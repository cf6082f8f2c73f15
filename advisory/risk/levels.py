"""Frost risk levels (names of our own): ``nil``, ``slight``, ``marked``, ``serious``, ``grave``,
from P(kill >= 10 %), P(kill >= 90 %) and the expected kill, with thresholds settable per farm or
block (:class:`advisory.risk.frost_data.FrostSettings`).
"""

from __future__ import annotations

import numpy as np

#: Risk level names, lowest first.
LEVELS: tuple[str, ...] = ("nil", "slight", "marked", "serious", "grave")


def level_index(p_kill_10: np.ndarray, p_kill_90: np.ndarray, expected_kill: np.ndarray,
                th: dict[str, np.ndarray]) -> np.ndarray:
    """The index in :data:`LEVELS` of every block's level.

    Parameters
    ----------
    p_kill_10, p_kill_90, expected_kill : ndarray, shape (n,)
        P(kill >= 10 %), P(kill >= 90 %) and the expected kill [fraction].
    th : dict of ndarray, shape (n,)
        The ``level_*`` thresholds of :class:`advisory.risk.frost_data.FrostSettings`.

    Returns
    -------
    ndarray of int, shape (n,)
    """
    p10k, p90k, ek = p_kill_10, p_kill_90, expected_kill
    lvl = np.zeros(p10k.shape[0], dtype=int)
    lvl = np.where(p10k >= th["level_slight_p"], 1, lvl)
    lvl = np.where(p10k >= th["level_marked_p"], 2, lvl)
    lvl = np.where((p10k >= th["level_serious_p"]) | (ek >= th["level_serious_kill"]), 3, lvl)
    lvl = np.where((ek >= th["level_grave_kill"]) | (p90k >= th["level_grave_p90"]), 4, lvl)
    return lvl
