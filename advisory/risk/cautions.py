"""Safety cautions that travel with a frost protection plan.

Each caution has a short key, a one-line title (for a phone screen) and a
fuller text.  Plans carry keys; run sheets and notices look up the words here
so every output says the same thing.
"""

from __future__ import annotations

from collections.abc import Iterable
from dataclasses import dataclass


@dataclass(frozen=True)
class Caution:
    """One safety caution.

    Attributes
    ----------
    key : str
        Stable identifier (used in plans, CSV output and tests).
    title : str
        A few words for a narrow screen.
    text : str
        The caution in full.
    """

    key: str
    title: str
    text: str


_ALL = (
    Caution(
        "decision_support",
        "This sheet supports your judgement",
        "This plan is decision support built from a forecast, not an instruction. Check real "
        "thermometers in the block through the night. Local codes, workplace-safety rules, your "
        "equipment maker's instructions and advice from your extension service or a licensed "
        "adviser take precedence over anything here.",
    ),
    Caution(
        "crew_cold_dark",
        "Crews: cold, dark, tired",
        "Work is at night, near or below freezing, often on wet or icy ground. Send nobody out "
        "alone; carry lights and a charged phone, agree check-in times, and dress for hours of "
        "cold. Watch for slips, for hypothermia and for drowsy drivers on farm roads at dawn.",
    ),
    Caution(
        "ice_load",
        "Ice load can break limbs",
        "Over-tree sprinkling builds ice on buds, shoots and wires. A long or windy night can "
        "load limbs and trellis until they break, and young or weak trees suffer most. Keep "
        "clear of loaded canopies and trellis under strain; do not shake ice off.",
    ),
    Caution(
        "sprinkler_no_stop",
        "Never stop sprinklers early",
        "Once sprinklers are running they must keep running until after sunrise, when the "
        "wet-bulb temperature is back above the critical temperature and the ice is melting "
        "(water running between ice and twig). Stopping sooner, or a line freezing, lets "
        "evaporation chill the wet buds below the air temperature and can do more harm than "
        "not sprinkling at all.",
    ),
    Caution(
        "water_supply",
        "Water must last the whole night",
        "Check that the well, pond or allocation can deliver the full rate for the full run "
        "before starting. A supply that runs out mid-night stops the sprinklers at the worst "
        "time. Watch pump pressure and line freezing through the night.",
    ),
    Caution(
        "sprinkler_rate_short",
        "Sprinkler rate below the need",
        "The block's application rate is below the published guidance for tonight's forecast "
        "wind and minimum. Too little water freezes without keeping buds at 0 °C and the "
        "evaporating film can leave them colder than unsprinkled buds. Consider not sprinkling "
        "and using another method.",
    ),
    Caution(
        "heater_fire_co",
        "Heaters: fire and fumes",
        "Heaters and fuel are a fire hazard: keep them clear of dry grass, prunings, bins and "
        "fuel stores, refuel only cold heaters, and keep extinguishers at hand. Burning fuel "
        "makes carbon monoxide: never run a heater in a shed, cab or other enclosed space, and "
        "treat headache, dizziness or nausea in the crew as an emergency.",
    ),
    Caution(
        "wind_machine_noise",
        "Wind machines: noise and blades",
        "Wind machines are loud and neighbours may be close. Check local noise ordinances and "
        "any hours or notice they require. Keep people clear of turning blades and of the "
        "tower when the machine starts automatically.",
    ),
    Caution(
        "inversion_estimated",
        "Inversion is an estimate",
        "No upper thermometer: the inversion strength was estimated from sky and wind. Check a "
        "thermometer on a tower or pole (about 10 m) before relying on wind machines.",
    ),
    Caution(
        "no_protection",
        "No protection available",
        "The block has no usable frost protection for tonight. Record the stage, check buds "
        "after the night, and discuss options with your adviser before the next cold night.",
    ),
)

CAUTIONS: dict[str, Caution] = {c.key: c for c in _ALL}

#: Cautions that apply to each protection method (in addition to those every plan carries).
METHOD_CAUTIONS: dict[str, tuple[str, ...]] = {
    "overtree_sprinkler": ("sprinkler_no_stop", "ice_load", "water_supply"),
    "undertree_sprinkler": ("water_supply",),
    "heater": ("heater_fire_co",),
    "wind_machine": ("wind_machine_noise",),
    "none": ("no_protection",),
}

#: Cautions every plan carries.
ALWAYS: tuple[str, ...] = ("crew_cold_dark", "decision_support")


def cautions_for_method(method: str) -> tuple[str, ...]:
    """Caution keys for one protection method (method-specific first, then the general ones)."""
    return METHOD_CAUTIONS.get(method, ()) + ALWAYS


def get(key: str) -> Caution:
    """The caution with this key (KeyError for an unknown key)."""
    return CAUTIONS[key]


def ordered(keys: Iterable[str]) -> list[Caution]:
    """Distinct cautions for the given keys, in this module's fixed order."""
    wanted = set(keys)
    return [c for c in _ALL if c.key in wanted]
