def cold_fan_weight(air_temp_c) -> np.ndarray:
    """Share of the night's fall reached at each step, the weight of the cold-case shift.

    0 at each row's first valid value (the latest observation), rising with the
    fall already made (``(first - air) / (first - minimum)``) to 1 at the
    minimum, and 1 from the minimum on.  A curve that does not fall gets 1
    throughout (the whole shift).  The 10th-percentile curve of the forecast
    (the lower edge of the chart's band) is ``central + (p10 - p50) x weight``.

    Parameters
    ----------
    air_temp_c : ndarray, shape (n, m)
        Central air-temperature curves [°C], NaN outside each block's night.

    Returns
    -------
    weight : ndarray, shape (n, m)
        In [0, 1]; NaN where the curve is NaN.
    """
    air = np.atleast_2d(np.asarray(air_temp_c, float))
    valid = np.isfinite(air)
    n, m = air.shape
    rows = np.arange(n)
    first = air[rows, np.argmax(valid, axis=1)]
    imin = np.nanargmin(np.where(valid, air, np.inf), axis=1)
    low = air[rows, imin]
    fall = first - low
    with np.errstate(invalid="ignore", divide="ignore"):
        share = np.where(fall[:, None] > 1e-9, (first[:, None] - air) / np.where(fall > 1e-9, fall, 1.0)[:, None],
                         1.0)
    share = np.clip(share, 0.0, 1.0)
    share = np.where(np.arange(m)[None, :] >= imin[:, None], 1.0, share)
    return np.where(valid, share, np.nan)


def _scenario(curves: NightCurves, shift: np.ndarray, rows: np.ndarray, weight: np.ndarray | None = None):
    """Air and wet-bulb curves shifted by ``shift`` (n,), times ``weight`` (n, m) when given.

    The wet bulb (the costly part) is computed only for ``rows`` (bool, n) -
    the blocks with sprinklers; elsewhere it is NaN and unused.
    """
    air = curves.air_temp_c + (shift[:, None] if weight is None else shift[:, None] * weight)
    td = np.minimum(curves.dew_point_c, air)
    td = np.where(np.isfinite(td), td, air - 3.0)  # missing dew point: assume a 3 K depression
    wb = np.full_like(air, np.nan)
    if rows.any():
        a, d = air[rows], td[rows]
        ok = np.isfinite(a)
        w = np.asarray(moisture.wet_bulb_c(np.where(ok, a, 0.0), np.where(ok, d, 0.0),
                                           curves.pressure_kpa[rows][:, None]))
        wb[rows] = np.where(ok, w, np.nan)
    return air, td, wb


def _window_stat(values, valid, start_idx, stop_idx, fn):
    m = values.shape[1]
    idx = np.arange(m)[None, :]
    inwin = valid & (idx >= start_idx[:, None]) & (idx <= stop_idx[:, None])
    inwin = np.where(inwin.any(axis=1)[:, None], inwin, valid)
    v = np.where(inwin & np.isfinite(values), values, np.nan)
    with warnings.catch_warnings():
        warnings.simplefilter("ignore", RuntimeWarning)  # all-NaN rows give NaN
        return fn(v, axis=1)
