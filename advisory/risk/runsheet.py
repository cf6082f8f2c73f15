"""The crew run sheet for one farm and night.

Pure: takes the :class:`advisory.risk.frost_data.BlockRisk` objects (or the stored
:class:`advisory.assessment.Assessment` objects) of a farm's blocks for a night
and returns strings.  Every block that needs protection
appears once per method in its plan, in the order the crew must start them
(start time, or the cold-case "ready by" time when the start is reached only in
a colder night).  Blocks at risk with no usable protection follow in their own
section, then the cautions that apply.

Three renderings: :func:`render_text` (narrow plain text for a phone),
:func:`render_markdown` and :func:`render_csv` (one row per block and method,
SI units, local times in ISO 8601 with their UTC offset).

Times are shown in the farm's IANA zone with the zone abbreviation (for
example "23:45 MDT"); on a night when clocks change the abbreviation changes
with them.  A night is named by the local date of its evening.
"""

from __future__ import annotations

import csv
import io
from collections.abc import Mapping, Sequence
from dataclasses import dataclass
from datetime import UTC, date, datetime
from zoneinfo import ZoneInfo, ZoneInfoNotFoundError

from advisory.errors import InputError
from advisory.risk import cautions as caut
from advisory.risk import economics
from advisory.risk.frost_assessment import risk_from_assessment
from advisory.risk.frost_data import BlockRisk, MethodPlan

METHOD_NAMES = {
    "overtree_sprinkler": "Over-tree sprinklers",
    "undertree_sprinkler": "Under-tree sprinklers",
    "wind_machine": "Wind machine",
    "heater": "Heaters",
    "none": "No usable protection",
}

_M3_TO_US_GAL = 264.172052
_L_PER_HA_TO_US_GAL_PER_ACRE = 0.106907
_L_TO_US_GAL = 0.264172052


@dataclass(frozen=True)
class RunSheetRow:
    """One line of the run sheet: one block and one method (times tz-aware, local)."""

    order: int
    risk: BlockRisk
    plan: MethodPlan
    ready_by: datetime | None
    start: datetime | None
    stop: datetime | None
    #: Expected net saving of protecting the block tonight (None: no figures).
    saving: float | None = None
    #: Whether the crew is expected to reach the block (False only when the crew is short).
    reached: bool = True
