#: Work-rest regimens of the screening table: share of each hour worked, and the words for it.
REGIMENS = ("75-100 %", "50-75 %", "25-50 %", "0-25 %")
REGIMEN_WORDS = {"75-100 %": "continuous work", "50-75 %": "up to 45 min work an hour",
                 "25-50 %": "up to 30 min work an hour", "0-25 %": "up to 15 min work an hour"}
#: Where the work-rest values come from (named beside them in every note).
WORK_REST_SOURCE = ("ACGIH TLV for heat stress, screening table as reproduced in the OSHA Technical Manual "
                    "III:4 (TLV column: acclimatised; action limit: not acclimatised); values from memory")
#: ACGIH TLV screening criteria, acclimatised workers: WBGT [°C] by regimen and work load (None: the
#: table gives no value).  From memory, unverified.
WBGT_TLV_C = {
    "light": (31.0, 31.0, 32.0, 32.5),
    "moderate": (28.0, 29.0, 30.0, 31.5),
    "heavy": (None, 27.5, 29.0, 30.5),
    "very_heavy": (None, None, 28.0, 30.0),
}
#: The table's action limit, workers not acclimatised: WBGT [°C].  From memory, unverified.
WBGT_ACTION_LIMIT_C = {
    "light": (28.0, 28.5, 29.5, 30.0),
    "moderate": (25.0, 26.0, 27.0, 29.0),
    "heavy": (None, 24.0, 25.5, 28.0),
    "very_heavy": (None, None, 24.5, 27.0),
}


def most_work_allowed(wbgt_c: float, load: str = "heavy", acclimatised: bool = True) -> str | None:
    """The regimen with the most work the table allows at a WBGT, or None when it allows none.

    Parameters
    ----------
    wbgt_c : float
        Wet-bulb globe temperature [°C].
    load : str
        "light", "moderate", "heavy" or "very_heavy".
    acclimatised : bool
        TLV column (True) or action limit (False).

    Returns
    -------
    str or None
        One of :data:`REGIMENS`; None when the WBGT is above every value of the column.
    """
    limits = (WBGT_TLV_C if acclimatised else WBGT_ACTION_LIMIT_C)[load]
    for regimen, lim in zip(REGIMENS, limits, strict=True):
        if lim is not None and wbgt_c <= lim:
            return regimen
    return None


def _heavy_advice(wbgt_c: float) -> str:
    """Heavy-work advice at a WBGT, for acclimatised workers (TLV) and the others (action limit)."""
    def one(acc: bool) -> str:
        r = most_work_allowed(wbgt_c, "heavy", acc)
        return "none" if r is None else f"up to {REGIMEN_WORDS[r].split('up to ')[-1].replace(' work', '')}"
    a, u = one(True), one(False)
    if a == u:
        return f"heavy work {a}, acclimatised or not; rest in shade the rest of each hour"
    return (f"heavy work: acclimatised (TLV) {a}; not acclimatised (action limit) {u}; "
            "rest in shade the rest of each hour")


def _heavy_edges() -> tuple[float, ...]:
    edges = {lim for col in (WBGT_TLV_C["heavy"], WBGT_ACTION_LIMIT_C["heavy"]) for lim in col if lim is not None}
    return tuple(sorted(edges))


#: Heavy-work advice by WBGT band: (upper WBGT edge [°C], advice for acclimatised and for
#: unacclimatised workers).  The edges are every heavy-work value of both columns, so each band has
#: one answer for each; the first band already needs rest (the table has no continuous heavy work).
CREW_WORK_REST_HEAVY = tuple((edge, _heavy_advice(edge)) for edge in _heavy_edges()) + (
    (float("inf"), "no heavy work, acclimatised or not; only light tasks with frequent rest in shade"),)
#: WBGT [°C] up to which the table allows the most heavy work it gives (50-75 % of the hour) to workers
#: who are not acclimatised (action limit): the "safer hours" for heavy work.
SAFER_WBGT_C = WBGT_ACTION_LIMIT_C["heavy"][1]
#: Heat-index band edges [°C] (91, 103, 115 °F) separating the crew levels.
HEAT_INDEX_BANDS_C = (32.8, 39.4, 46.1)
#: WBGT edges [°C] separating crew levels: where heavy work needs rest even for workers not
#: acclimatised (action limit, 50-75 %), where acclimatised workers need more than 15 min rest an hour
#: (TLV, 50-75 %), and where the TLV allows no heavy work (above 0-25 %).
WBGT_BANDS_C = (24.0, 27.5, 30.5)

WATER_GUIDANCE = ("Drink about a cup (250 mL) of cool water every 15-20 minutes while working in the heat, "
                  "even without thirst; for long shifts add electrolytes, and do not exceed about "
                  "1.5 L an hour.")
ACCLIMATISATION_GUIDANCE = ("New and returning workers are not acclimatised: give them lighter loads and more "
                            "rest, building up over 7-14 days.")
CAUTIONS = (
    "Heat exhaustion: heavy sweating, weakness, dizziness, headache, nausea, muscle cramps. "
    "Move the person to shade, loosen clothing, give water, cool with wet cloths; get medical help "
    "if it does not ease within an hour.",
    "Heat stroke: confusion, slurred speech, collapse or seizures, very high body temperature. "
    "Call emergency services at once and cool the person with water and ice while waiting.",
    "Never work alone in the heat: pair workers so each watches the other.",
    "This note does not replace your workplace heat plan. Local workplace-safety rules come first "
    "wherever they are stricter.",
)


def _thresholds(crops) -> list[CropHeatThresholds]:
    out = []
    for c in np.atleast_1d(np.asarray(crops, dtype=object)):
        key = str(c).strip().lower().replace("_", " ")  # crop keys of advisory.crops ("sweet_cherry")
        key = _CROP_ALIASES.get(key, key)
        out.append(CROP_HEAT.get(key, _GENERIC))
    return out


def hours_to_utc(hours):
    """Float hours since 1970 UTC (from :func:`advisory.forecast.daytime.to_hours`) to ``datetime64[ns]``."""
    h = np.asarray(hours, dtype=float)
    ns = np.where(np.isfinite(h), np.round(h * 3.6e12), 0).astype("int64").astype("datetime64[ns]")
    return np.where(np.isfinite(h), ns, np.datetime64("NaT", "ns"))


def _times_2d(times, shape):
    t = np.asarray(to_hours(times), dtype=float)
    return np.broadcast_to(t, shape)


def _up_crossing(t, temp, level):
    """First time ``temp`` reaches ``level`` (linear interpolation), NaN if never; shapes (B, H)."""
    above = temp >= level[:, None]
    any_above = above.any(axis=1)
    i = np.argmax(above, axis=1)
    rows = np.arange(temp.shape[0])
    i0 = np.maximum(i - 1, 0)
    t1, t0 = t[rows, i], t[rows, i0]
    y1, y0 = temp[rows, i], temp[rows, i0]
    with np.errstate(invalid="ignore", divide="ignore"):
        frac = np.where(np.isfinite(y0) & (y1 > y0), (level[rows] - y0) / (y1 - y0), 1.0)
    tc = np.where(i == 0, t1, t0 + np.clip(frac, 0.0, 1.0) * (t1 - t0))
    return np.where(any_above, tc, np.nan)


def _down_crossing(t, temp, level):
    """Time after the last value at or above ``level`` when ``temp`` falls below it; NaN if never above."""
    above = temp >= level[:, None]
    any_above = above.any(axis=1)
    n = temp.shape[1]
    j = n - 1 - np.argmax(above[:, ::-1], axis=1)
    rows = np.arange(temp.shape[0])
    j1 = np.minimum(j + 1, n - 1)
    t0, t1 = t[rows, j], t[rows, j1]
    y0, y1 = temp[rows, j], temp[rows, j1]
    with np.errstate(invalid="ignore", divide="ignore"):
        frac = np.where(y0 > y1, (y0 - level[rows]) / (y0 - y1), 0.0)
    tc = np.where(j == n - 1, t0, t0 + np.clip(frac, 0.0, 1.0) * (t1 - t0))
    return np.where(any_above, tc, np.nan)


@dataclass
class CropHeatResult:
    """Crop heat per block (arrays of length B unless noted)."""

    level: np.ndarray                 # index into LEVELS
    level_name: np.ndarray            # str
    peak_c: np.ndarray
    peak_time: np.ndarray             # datetime64[ns] UTC
    hours_above_c: np.ndarray         # (B, 3): hours at or above elevated / high / acute thresholds
    thresholds_c: np.ndarray          # (B, 3)
    what: list[str]                   # what the level means for the crop ('' when quiet)
    source: list[str]
    cooling_start: np.ndarray         # datetime64[ns], NaT when no cooling or not needed
    cooling_stop: np.ndarray
    cooling_hours: np.ndarray
    cooling_water_m3: np.ndarray
    cooling_wet_bulb_depression_c: np.ndarray  # at the peak; small values mean cooling works poorly
    notes: list[list[str]] = field(default_factory=list)
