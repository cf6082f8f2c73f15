"""Evening state of a block's station at the forecast reference time.

The reference time of a block and night is sunset plus an offset (default 2 h,
configurable per block).  The evening state is read from the station's
QC-passed observations -- a DataFrame indexed by timezone-aware time with the
canonical columns ``air_temp_c``, ``dew_point_c`` (or ``rel_humidity_pct``),
``wind_speed_ms``, ``cloud_cover_pct`` and optionally ``upper_air_temp_c``;
values that failed QC are NaN.  For every variable the latest valid value at or
before the reference time is taken, provided it is no older than a limit
(default 90 min, enough for hourly reports with some delay).

Air temperature and dew point are required: without them the row says
``status == "no_forecast"`` with a plain ``reason``.  Wind and cloud may be
missing; the forecast then assumes calm air and a clear sky -- the colder
case -- and the ``assumed`` column says so.  Nothing is guessed silently.

Derived predictors:

* ``cooling_since_sunset_c`` -- air temperature at sunset minus that at the
  reference time (positive when cooling), the night's own Brunt rate [1]_;
* ``dew_point_change_3h_c`` -- dew point at the reference time minus 3 h
  earlier: a falling dew point in the evening marks drier air arriving;
* ``hours_since_sunset`` and ``hours_to_sunrise`` at the reference time.

The batch form works on whole arrays: all stations' observations are merged
into one sorted key array and every lookup is a single ``numpy.searchsorted``.

References
----------
.. [1] Brunt, D. (1941) Physical and Dynamical Meteorology, 2nd ed., Cambridge
   University Press (nocturnal cooling proportional to the square root of time).
"""

from __future__ import annotations

import datetime as dt
from collections.abc import Mapping
from dataclasses import dataclass, fields

import numpy as np
import pandas as pd

from advisory.physics.moisture import dew_point_c_from_rh

__all__ = [
    "REFERENCE_OFFSET_H", "MAX_AGE_MIN", "TENDENCY_H", "OK", "NO_FORECAST", "VARIABLES",
    "STATE_COLUMNS", "reference_times", "evening_states", "evening_state", "EveningState",
]

#: Default reference time: this many hours after sunset.
REFERENCE_OFFSET_H = 2.0
#: Default age limit of an observation at the reference time [min].
MAX_AGE_MIN = 90.0
#: Look-back for the dew-point tendency [h].
TENDENCY_H = 3.0
#: Row status: an evening state usable for a forecast.
OK = "ok"
#: Row status: no forecast; ``reason`` says why.
NO_FORECAST = "no_forecast"
#: Canonical observation columns read by this module.
VARIABLES = ("air_temp_c", "dew_point_c", "wind_speed_ms", "cloud_cover_pct", "upper_air_temp_c")

STATE_COLUMNS = [
    "station", "night", "status", "reason", "assumed", "sunset", "sunrise", "reference_time",
    "hours_since_sunset", "hours_to_sunrise", "air_temp_c", "air_temp_time", "air_temp_age_min",
    "dew_point_c", "wind_speed_ms", "cloud_cover_pct", "upper_air_temp_c", "sunset_air_temp_c",
    "cooling_since_sunset_c", "dew_point_change_3h_c",
]

_NS_PER_MIN = 60 * 10**9
_NS_PER_H = 3600 * 10**9


def reference_times(sunset, offset_h=REFERENCE_OFFSET_H) -> pd.DatetimeIndex:
    """Reference times: sunset plus an offset.

    Parameters
    ----------
    sunset : array_like of aware datetimes
        Sunset of each block and night (``NaT`` allowed).
    offset_h : float or array_like
        Hours after sunset, per block or for all.

    Returns
    -------
    pandas.DatetimeIndex
        UTC reference times (``NaT`` where sunset is missing).
    """
    ss = _utc_index(sunset)
    off = np.broadcast_to(np.asarray(offset_h, dtype=float), (len(ss),))
    return (ss + pd.to_timedelta(off, unit="h")).as_unit("ns")


def _utc_index(times) -> pd.DatetimeIndex:
    idx = times if isinstance(times, pd.DatetimeIndex) else pd.DatetimeIndex(pd.Series(times, dtype=object)
                                                                              if isinstance(times, list)
                                                                              else times)
    if idx.tz is None:
        if idx.notna().any():
            raise ValueError("times must be timezone-aware")
        idx = idx.tz_localize("UTC")
    return idx.tz_convert("UTC").as_unit("ns")


def _ns(times) -> np.ndarray:
    """Aware times as int64 ns since the epoch; NaT as the minimum int64."""
    return _utc_index(times).asi8


def _frame_time_ns(frame: pd.DataFrame) -> np.ndarray:
    idx = frame.index if "time" not in frame.columns else pd.DatetimeIndex(frame["time"])
    if not isinstance(idx, pd.DatetimeIndex):
        raise ValueError("observations must be indexed by time (or have a 'time' column)")
    if idx.tz is None:
        raise ValueError("observation times must be timezone-aware")
    return idx.tz_convert("UTC").as_unit("ns").asi8


def _column(frame: pd.DataFrame, var: str) -> np.ndarray:
    if var in frame.columns:
        return pd.to_numeric(frame[var], errors="coerce").to_numpy(dtype=float)
    if var == "dew_point_c" and "rel_humidity_pct" in frame.columns and "air_temp_c" in frame.columns:
        t = pd.to_numeric(frame["air_temp_c"], errors="coerce").to_numpy(dtype=float)
        rh = pd.to_numeric(frame["rel_humidity_pct"], errors="coerce").to_numpy(dtype=float)
        with np.errstate(invalid="ignore", divide="ignore"):
            td = np.asarray(dew_point_c_from_rh(t, np.where(rh > 0, rh, np.nan)), dtype=float)
        return td
    return np.full(len(frame), np.nan)


class _ObservationIndex:
    """All stations' observations as sorted (station, time) keys per variable."""

    def __init__(self, observations, station_keys):
        if isinstance(observations, Mapping):
            names = pd.Index(list(observations), dtype=object)
            frames = [observations[k] for k in names]
            codes = np.concatenate([np.full(len(f), i, dtype=np.int64) for i, f in enumerate(frames)]
                                   or [np.zeros(0, np.int64)])
            times = np.concatenate([_frame_time_ns(f) for f in frames] or [np.zeros(0, np.int64)])
            values = {v: np.concatenate([_column(f, v) for f in frames] or [np.zeros(0)]) for v in VARIABLES}
        elif isinstance(observations, pd.DataFrame) and "station" in observations.columns:
            codes, uniques = pd.factorize(observations["station"], sort=False)
            codes = codes.astype(np.int64)
            names = pd.Index(uniques, dtype=object)
            times = _frame_time_ns(observations)
            values = {v: _column(observations, v) for v in VARIABLES}
        elif isinstance(observations, pd.DataFrame):
            names = pd.Index([None], dtype=object)
            codes = np.zeros(len(observations), dtype=np.int64)
            times = _frame_time_ns(observations)
            values = {v: _column(observations, v) for v in VARIABLES}
        else:
            raise TypeError("observations must be a DataFrame or a mapping of station -> DataFrame")
        self.names = names
        self.t0 = int(times.min()) if len(times) else 0
        t_ms = (times - self.t0) // 10**6
        self.span = int(t_ms.max()) + 2 if len(times) else 2
        key = codes * self.span + t_ms
        order = None if len(key) < 2 or np.all(key[1:] >= key[:-1]) else np.argsort(key, kind="stable")
        if order is not None:
            key, codes, times = key[order], codes[order], times[order]
        self.by_var = {}
        for v, vals in values.items():
            vals = vals if order is None else vals[order]
            ok = np.isfinite(vals)
            self.by_var[v] = (key[ok], codes[ok], times[ok], vals[ok])
        self.query_codes = self._codes_for(station_keys)

    def _codes_for(self, station_keys):
        if len(self.names) == 1 and self.names[0] is None:
            return None  # one station's frame serves every row
        if station_keys is None:
            if len(self.names) != 1:
                raise ValueError("station keys are required when observations cover several stations")
            return None
        return self.names.get_indexer(pd.Index(np.asarray(station_keys, dtype=object))).astype(np.int64)

    def latest(self, var, t_ns, max_age_ns):
        """Latest valid value at or before each time, no older than max_age_ns."""
        n = len(t_ns)
        codes = np.zeros(n, np.int64) if self.query_codes is None else self.query_codes
        key, kc, kt, kv = self.by_var[var]
        out_v = np.full(n, np.nan)
        out_t = np.full(n, np.iinfo(np.int64).min, dtype=np.int64)
        if len(key) == 0:
            return out_v, out_t
        valid_q = (codes >= 0) & (t_ns != np.iinfo(np.int64).min) & (t_ns >= self.t0)
        off = np.clip((t_ns - self.t0) // 10**6, 0, self.span - 1)
        idx = np.searchsorted(key, np.where(codes >= 0, codes, 0) * self.span + off, side="right") - 1
        idx_c = np.clip(idx, 0, len(key) - 1)
        hit = valid_q & (idx >= 0) & (kc[idx_c] == codes) & (t_ns - kt[idx_c] <= max_age_ns)
        out_v[hit] = kv[idx_c[hit]]
        out_t[hit] = kt[idx_c[hit]]
        return out_v, out_t

    def known(self, n):
        codes = self.query_codes
        return np.ones(n, bool) if codes is None else codes >= 0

- - - - - - -

▶ [PROMPT] Could you copy every line from the records that mentions the word "DatetimeIndex"?

▶ [EXERCISE SOLUTION]
def reference_times(sunset, offset_h=REFERENCE_OFFSET_H) -> pd.DatetimeIndex:
    pandas.DatetimeIndex
def _utc_index(times) -> pd.DatetimeIndex:
    idx = times if isinstance(times, pd.DatetimeIndex) else pd.DatetimeIndex(pd.Series(times, dtype=object)
    idx = frame.index if "time" not in frame.columns else pd.DatetimeIndex(frame["time"])
    if not isinstance(idx, pd.DatetimeIndex):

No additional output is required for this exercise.